(DC) The Right To Bear Arms
EDITORIAL ? June 3, 2002
The right to bear arms
The city’s ban on private handgun ownership is about to be challenged as unconstitutional ? in large measure because of Attorney General John Ashcroft’s recent, refreshing affirmation that the Second Amendment does, in fact, protect an individual right to possess firearms. Although the Bush administration has beckpedaled a bit recently, Mr. Ashcroft’s interpretation of the Second Amendment amounts to a significant reversal of policy for the federal government, which, since 1939, has taken the position that the guarantee applies only to “militias,” not ordinary citizens. Mr. Ashcroft rightly noted that “the text and original intent of the Second Amendment clearly protect the right of individuals to keep and bear arms.” Even a cursory reading of colonial-era documents, including the views of the men who wrote the Constitution and the Bill of Rights, supports Mr. Ashcroft’s interpretation.

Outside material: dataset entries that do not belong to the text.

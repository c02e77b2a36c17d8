import type { ImportPreview, ImportResult } from '#contract';
import { afterAll, beforeAll, describe, expect, it } from 'vitest';
import { ImportProject, seedTerminal } from '#support/import-project.ts';
import { type MutatedFile, mutatedFiles } from '#support/mutated-files.ts';
import { runs } from '#support/property-runs.ts';
import { type TestApp, testApp } from '#support/test-app.ts';

/** A quarter in every test run, all of them in `npm run verify`. */
const FILES = Math.min(2000, runs(500));
const AT_ONCE = 4;
const COMMIT_EVERY = 10;
const SEED = 20_261_201;
/** Far below what 2,000 leaks of a file's size would take, above what a collector may leave lying about. */
const MOST_MB = 600;

let app: TestApp;
let project: ImportProject;

beforeAll(async () => {
  app = await testApp();
  project = await ImportProject.create(await app.as('engineer'), (await seedTerminal(app)).project.id);
});
afterAll(() => app.close());

/** Uploads one file; what can be read is committed now and then. Gives what went wrong. */
async function faultOf({ name, bytes }: MutatedFile, index: number): Promise<string[]> {
  const answer = await project.engineer.post(`${project.url}/imports`).attach('file', bytes, name.replace(/^.*\//, ''));
  if (![201, 413, 422].includes(answer.status)) return [`${index} ${name}: ${answer.status}`];
  if (answer.status !== 201 || index % COMMIT_EVERY !== 0) return [];
  const { id, counts } = answer.body as ImportPreview;
  const commit = await project.engineer.post(`${project.url}/imports/${id}/commit`).send({});
  if (![200, 409, 412, 422].includes(commit.status)) return [`${index} ${name}: commit ${commit.status}`];
  const { created } = commit.body as ImportResult;
  if (commit.status === 200) pointsCreated += created;
  return commit.status === 200 && created > counts.toCreate ? [`${index} ${name}: created ${created} of ${counts.toCreate}`] : [];
}
let pointsCreated = 0;

describe(`${FILES} broken files`, () => {
  it('are each read or refused, never half imported, in bounded memory, while others are answered', async () => {
    const files = mutatedFiles(FILES, SEED);
    const faults: string[] = [];
    let index = 0;
    let done = false;
    const worker = async () => {
      for (;;) {
        const next = await files.next();
        if (next.done) return;
        faults.push(...(await faultOf(next.value, index++)));
      }
    };
    const other = app.stranger();
    let answered = 0;
    const pings = (async () => {
      while (!done) {
        if ((await other.get('/api/v1/auth/session')).status === 401) answered += 1;
        await new Promise((resolve) => setTimeout(resolve, 50));
      }
    })();
    const before = process.memoryUsage().rss;
    await Promise.all(Array.from({ length: AT_ONCE }, worker)).finally(() => { done = true; });
    await pings;
    expect(faults).toEqual([]);
    expect(index).toBe(FILES);
    expect(answered).toBeGreaterThan(index / 50);
    expect((process.memoryUsage().rss - before) / 1e6).toBeLessThan(MOST_MB);
    // Whole imports or none: every point has its dispenser, and there are as many as the answers said.
    const { points, dispensers } = await project.design();
    expect([points.length, dispensers.length]).toEqual([pointsCreated, pointsCreated]);
  }, FILES * 1000);
});
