describe('a change set', () => {
  it('is applied once, and a repetition gets the same answer', async () => {
    const id = newId();
    const changes = [{ collection: 'points', op: 'create', id: newId(), values: { tag: 'SL1-L01' } }];
    const first = await applySet(changes, id).expect(200);
    const second = await applySet(changes, id).expect(200);
    expect(second.body).toEqual(first.body);
  });

  it('is all or nothing', async () => {
    const id = newId();
    const before = (await engineer.get(`${project.url}/design`)).body.sequence;
    await applySet([
      { collection: 'points', op: 'create', id, values: { tag: 'SL1-L02' } },
      { collection: 'points', op: 'create', id: newId(), values: { tag: 'SL1-L01' } },
    ]).expect(409);
    await engineer.get(rowUrl('points', id)).expect(404);
    expect((await engineer.get(`${project.url}/design`)).body.sequence).toBe(before);
  });

  it('swaps two tags', async () => {
    const [a, b] = [newId(), newId()];
    const create = (id: string, tag: string) => ({ collection: 'points', op: 'create', id, values: { tag } });
    const rename = (id: string, tag: string) => ({ collection: 'points', op: 'update', id, version: 1, values: { tag } });
    await applySet([create(a, 'SW-1'), create(b, 'SW-2')]).expect(200);
    await applySet([rename(a, 'SW-2'), rename(b, 'SW-1')]).expect(200);
    expect((await engineer.get(rowUrl('points', a))).body.tag).toBe('SW-2');
  });

  it('deletes a point with its dispenser and channels, and history keeps all three', async () => {
    const { pointB, dispenserB } = project.ids;
    const answer = await applySet([{ collection: 'points', op: 'delete', id: pointB, version: await versionOf('points', pointB) }]).expect(200);
    expect(sorted(rowsOf(answer.body.items).map((i) => i['collection']))).toEqual(['assignments', 'dispensers', 'points']);
    await engineer.get(rowUrl('dispensers', dispenserB)).expect(404);
    const [latest] = (await engineer.get(`${project.url}/history?limit=1`).expect(200)).body;
    expect(latest).toMatchObject({ rows: 3, by: 'The engineer', summary: 'Test', sequence: answer.body.sequence });
  });

  it('tells what changed since a number, each row as it is now', async () => {
    const since = (await engineer.get(`${project.url}/design`)).body.sequence;
    const id = newId();
    await engineer.post(`${project.url}/points`).send({ id, tag: 'SINCE-1' }).expect(201);
    await patch('points', id, 1, { tag: 'SINCE-2' }).expect(200);
    const { body } = await engineer.get(`${project.url}/changes?since=${since}`).expect(200);
    expect(body.sequence).toBe(since + 2);
    expect(body.items).toEqual([{ collection: 'points', id, row: expect.objectContaining({ tag: 'SINCE-2', version: 2 }) }]);
  });

  it('takes numbers without gap or doubling under simultaneous writes', async () => {
    const before = (await engineer.get(`${project.url}/design`)).body.sequence;
    const writes = Array.from({ length: 20 }, (_, i) => applySet([{ collection: 'points', op: 'create', id: newId(), values: { tag: `PAR-${i}` } }]));
    const numbers = (await Promise.all(writes)).map((answer) => answer.body.sequence as number).sort((a, b) => a - b);
    expect(numbers).toEqual(Array.from({ length: 20 }, (_, i) => before + 1 + i));
  });

  it('carries 20,000 rows', async () => {
    const changes = Array.from({ length: 20_000 }, (_, i) => ({ collection: 'points', op: 'create', id: newId(), values: { tag: `BULK-${i}`, boreMm: 60 } }));
    const answer = await applySet(changes).expect(200);
    expect(answer.body.items).toHaveLength(20_000);
  });
});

Privately owned firearms were ubiquitous in America during the lifetimes of the Founding Fathers and well after that. It was taken as a given that individuals had the right to keep and bear arms. It was only the willful disregard of original intent and the clear statements of the founders on the subject that allowed Franklin Roosevelt’s activist, liberal Supreme Court in 1939 to disavow what had been a uniquely American birthright. Gun-control agitators have based all their arguments on the post-1939 history of federal regulation of firearms ? and assiduously avoided any acknowledgement of what the founders themselves wrote and intended. Thus, the social engineering of activist judges clearly hostile to the Constitution as written and determined to remake it more to their own liking has come to take precedence over what the founders attempted to bequeath to subsequent generations of Americans.
The District of Columbia has had a near-total ban on the private ownership of handguns since 1976, along with tough penalties for mere possession. The result has been that only criminals have guns, and gun-related violence within the city has been appallingly high relative to the surrounding Northern Virginia and Maryland jurisdictions ? the absence of strict gun-control laws in those areas notwithstanding. This may change if challenges to the city’s law based on the federal government’s new stance on the Second Amendment are successful.
D.C. residents may soon enjoy their Second Amendment rights and have the right to defend themselves. There will be much wailing and gnashing of teeth from the gun-control lobby, but more than 25 years of strict gun-control laws have demonstrated the bankruptcy of disarming law-abiding citizens. It’s time to change course. By taking such a bold stance, Attorney General John Ashcroft may have paved the way to making it possible.